- _Task statement_:
Print the data that follows exactly, leaving nothing out.

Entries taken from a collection
• • • •
import (
	"bytes"
	"context"
	"crypto/sha256"
	"errors"
	"fmt"
	"math"
	"slices"
	"strings"
	"sync"
	"testing"
	"time"

	"github.com/nightloom/nightloom/internal/store"
)

// Run runs the conformance suite. open must return a new, empty database for
// each call and close it when t ends (t.Cleanup).
func Run(t *testing.T, open func(t *testing.T) *store.DB) {
	tests := []struct {
		name string
		fn   func(t *testing.T, db *store.DB)
	}{
		{"SchemaVersion", testSchemaVersion},
		{"Sites", testSites},
		{"Targets", testTargets},
		{"Blocks", testBlocks},
		{"BlockFilters", testBlockFilters},
		{"Withdraw", testWithdraw},
		{"QueueSize", testQueueSize},
		{"DeleteInUse", testDeleteInUse},
		{"CreateBlocksAllOrNothing", testCreateBlocksAllOrNothing},
		{"Progress", testProgress},
		{"ProgressOnClosedBlocks", testProgressOnClosedBlocks},
		{"ProgressConcurrentDuplicates", testProgressConcurrentDuplicates},
		{"ProgressConcurrentNeverExceeds", testProgressConcurrentNeverExceeds},
		{"Plans", testPlans},
		{"PlansConcurrentVersions", testPlansConcurrentVersions},
		{"PlansTogether", testPlansTogether},
		{"Tokens", testTokens},
		{"ImportTargets", testImportTargets},
		{"Magnitudes", testMagnitudes},
		{"Programs", testPrograms},
		{"ProgramCharges", testProgramCharges},
		{"Paging", testPaging},
		{"PagingTokens", testPagingTokens},
		{"PagingWhileInserting", testPagingWhileInserting},
		{"PageSizeLimit", testPageSizeLimit},
		{"ErrorMapping", testErrorMapping},
		{"CanceledContext", testCanceledContext},
		{"IntegrityCheck", testIntegrityCheck},
		{"Networks", testNetworks},
		{"NetworkProgressTwoSites", testNetworkProgressTwoSites},
	}
	for _, tc := range tests {
		t.Run(tc.name, func(t *testing.T) {
			t.Parallel()
			tc.fn(t, open(t))
		})
	}
}

// ---- helpers ----

func wantErr(t *testing.T, what string, err, want error) {
	t.Helper()
	if !errors.Is(err, want) {
		t.Fatalf("%s: got error %v, want %v", what, err, want)
	}
}

func noErr(t *testing.T, what string, err error) {
	t.Helper()
	if err != nil {
		t.Fatalf("%s: %v", what, err)
	}
}

func site(t *testing.T, db *store.DB, id string) store.Site {
	t.Helper()
	s, err := db.CreateSite(t.Context(), store.Site{ID: id, Name: "site " + id, Spec: []byte("spec of " + id)})
	noErr(t, "create site "+id, err)
	return s
}

func target(t *testing.T, db *store.DB, id string) store.Target {
	t.Helper()
	tg, err := db.CreateTarget(t.Context(), store.Target{ID: id, Name: "target " + id, Kind: store.KindFixed, Spec: []byte("radec " + id)})
	noErr(t, "create target "+id, err)
	return tg
}

func newBlock(id, siteID, targetID string, wanted int) store.Block {
	return store.Block{ID: id, SiteID: siteID, TargetID: targetID, Priority: 1.5, FramesWanted: wanted, Spec: []byte("block " + id)}
}

func blocks(t *testing.T, db *store.DB, bs ...store.Block) []store.Block {
	t.Helper()
	out, err := db.CreateBlocks(t.Context(), bs)
	noErr(t, "create blocks", err)
	return out
}

// t0 is an arbitrary instant for report and plan intervals.
var t0 = time.Date(2031, 3, 14, 2, 10, 0, 123456789, time.UTC)

func report(id, blockID string, kept int) store.ProgressReport {
	return store.ProgressReport{ReportID: id, BlockID: blockID, FramesKept: kept,
		Start: t0, End: t0.Add(time.Duration(kept) * time.Minute), Outcome: "ok"}
}

func hashOf(secret string) []byte {
	h := sha256.Sum256([]byte(secret))
	return h[:]
}

func sameTime(a, b time.Time) bool { return a.Equal(b) && a.Location() == b.Location() }
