func TestWriteProbe(t *testing.T) {
	e := newEnv(t, "")
	p := newWriteProbe(t, e.dbPath)
	if _, err := e.sites.ListSites(e.admin(), &nightloomv1.ListSitesRequest{}); err != nil {
		t.Fatal(err)
	}
	if p.wrote(t) {
		t.Error("a read counted as a write")
	}
	if _, err := e.sites.CreateSite(e.admin(), &nightloomv1.CreateSiteRequest{Site: testSite()}); err != nil {
		t.Fatal(err)
	}
	if !p.wrote(t) {
		t.Error("CreateSite was not seen as a write")
	}
	if p.wrote(t) {
		t.Error("the same write was seen twice")
	}
}

// validCall is a request of one RPC that is valid and succeeds for a role
// that may call it. prep makes what the call needs (as admin, before the
// write probe is reset) and returns the call.
type validCall func(t *testing.T) func(ctx context.Context) error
• • • •
- _Your solution_:
import (
	"bytes"
	"context"
	"crypto/sha256"
	"errors"
	"fmt"
	"math"
	"slices"
	"strings"
	"sync"
	"testing"
	"time"

	"github.com/nightloom/nightloom/internal/store"
)

// Run runs the conformance suite. open must return a new, empty database for
// each call and close it when t ends (t.Cleanup).
func Run(t *testing.T, open func(t *testing.T) *store.DB) {
	tests := []struct {
		name string
		fn   func(t *testing.T, db *store.DB)
	}{
		{"SchemaVersion", testSchemaVersion},
		{"Sites", testSites},
		{"Targets", testTargets},
		{"Blocks", testBlocks},
		{"BlockFilters", testBlockFilters},
		{"Withdraw", testWithdraw},
		{"QueueSize", testQueueSize},
		{"DeleteInUse", testDeleteInUse},
		{"CreateBlocksAllOrNothing", testCreateBlocksAllOrNothing},
		{"Progress", testProgress},
		{"ProgressOnClosedBlocks", testProgressOnClosedBlocks},
		{"ProgressConcurrentDuplicates", testProgressConcurrentDuplicates},
		{"ProgressConcurrentNeverExceeds", testProgressConcurrentNeverExceeds},
		{"Plans", testPlans},
		{"PlansConcurrentVersions", testPlansConcurrentVersions},
		{"PlansTogether", testPlansTogether},
		{"Tokens", testTokens},
		{"ImportTargets", testImportTargets},
		{"Magnitudes", testMagnitudes},
		{"Programs", testPrograms},
		{"ProgramCharges", testProgramCharges},
		{"Paging", testPaging},
		{"PagingTokens", testPagingTokens},
		{"PagingWhileInserting", testPagingWhileInserting},
		{"PageSizeLimit", testPageSizeLimit},
		{"ErrorMapping", testErrorMapping},
		{"CanceledContext", testCanceledContext},
		{"IntegrityCheck", testIntegrityCheck},
		{"Networks", testNetworks},
		{"NetworkProgressTwoSites", testNetworkProgressTwoSites},
	}
	for _, tc := range tests {
		t.Run(tc.name, func(t *testing.T) {
			t.Parallel()
			tc.fn(t, open(t))
		})
	}
}

// ---- helpers ----

func wantErr(t *testing.T, what string, err, want error) {
	t.Helper()
	if !errors.Is(err, want) {
		t.Fatalf("%s: got error %v, want %v", what, err, want)
	}
}

func noErr(t *testing.T, what string, err error) {
	t.Helper()
	if err != nil {
		t.Fatalf("%s: %v", what, err)
	}
}

func site(t *testing.T, db *store.DB, id string) store.Site {
	t.Helper()
	s, err := db.CreateSite(t.Context(), store.Site{ID: id, Name: "site " + id, Spec: []byte("spec of " + id)})
	noErr(t, "create site "+id, err)
	return s
}

func target(t *testing.T, db *store.DB, id string) store.Target {
	t.Helper()
	tg, err := db.CreateTarget(t.Context(), store.Target{ID: id, Name: "target " + id, Kind: store.KindFixed, Spec: []byte("radec " + id)})
	noErr(t, "create target "+id, err)
	return tg
}

func newBlock(id, siteID, targetID string, wanted int) store.Block {
	return store.Block{ID: id, SiteID: siteID, TargetID: targetID, Priority: 1.5, FramesWanted: wanted, Spec: []byte("block " + id)}
}

func blocks(t *testing.T, db *store.DB, bs ...store.Block) []store.Block {
	t.Helper()
	out, err := db.CreateBlocks(t.Context(), bs)
	noErr(t, "create blocks", err)
	return out
}

// t0 is an arbitrary instant for report and plan intervals.
var t0 = time.Date(2031, 3, 14, 2, 10, 0, 123456789, time.UTC)

func report(id, blockID string, kept int) store.ProgressReport {
	return store.ProgressReport{ReportID: id, BlockID: blockID, FramesKept: kept,
		Start: t0, End: t0.Add(time.Duration(kept) * time.Minute), Outcome: "ok"}
}

func hashOf(secret string) []byte {
	h := sha256.Sum256([]byte(secret))
	return h[:]
}

func sameTime(a, b time.Time) bool { return a.Equal(b) && a.Location() == b.Location() }
func TestWriteProbe(t *testing.T) {
	e := newEnv(t, "")
	p := newWriteProbe(t, e.dbPath)
	if _, err := e.sites.ListSites(e.admin(), &nightloomv1.ListSitesRequest{}); err != nil {
		t.Fatal(err)
	}
	if p.wrote(t) {
		t.Error("a read counted as a write")
	}
	if _, err := e.sites.CreateSite(e.admin(), &nightloomv1.CreateSiteRequest{Site: testSite()}); err != nil {
		t.Fatal(err)
	}
	if !p.wrote(t) {
		t.Error("CreateSite was not seen as a write")
	}
	if p.wrote(t) {
		t.Error("the same write was seen twice")
	}
}

// validCall is a request of one RPC that is valid and succeeds for a role
// that may call it. prep makes what the call needs (as admin, before the
// write probe is reset) and returns the call.
type validCall func(t *testing.T) func(ctx context.Context) error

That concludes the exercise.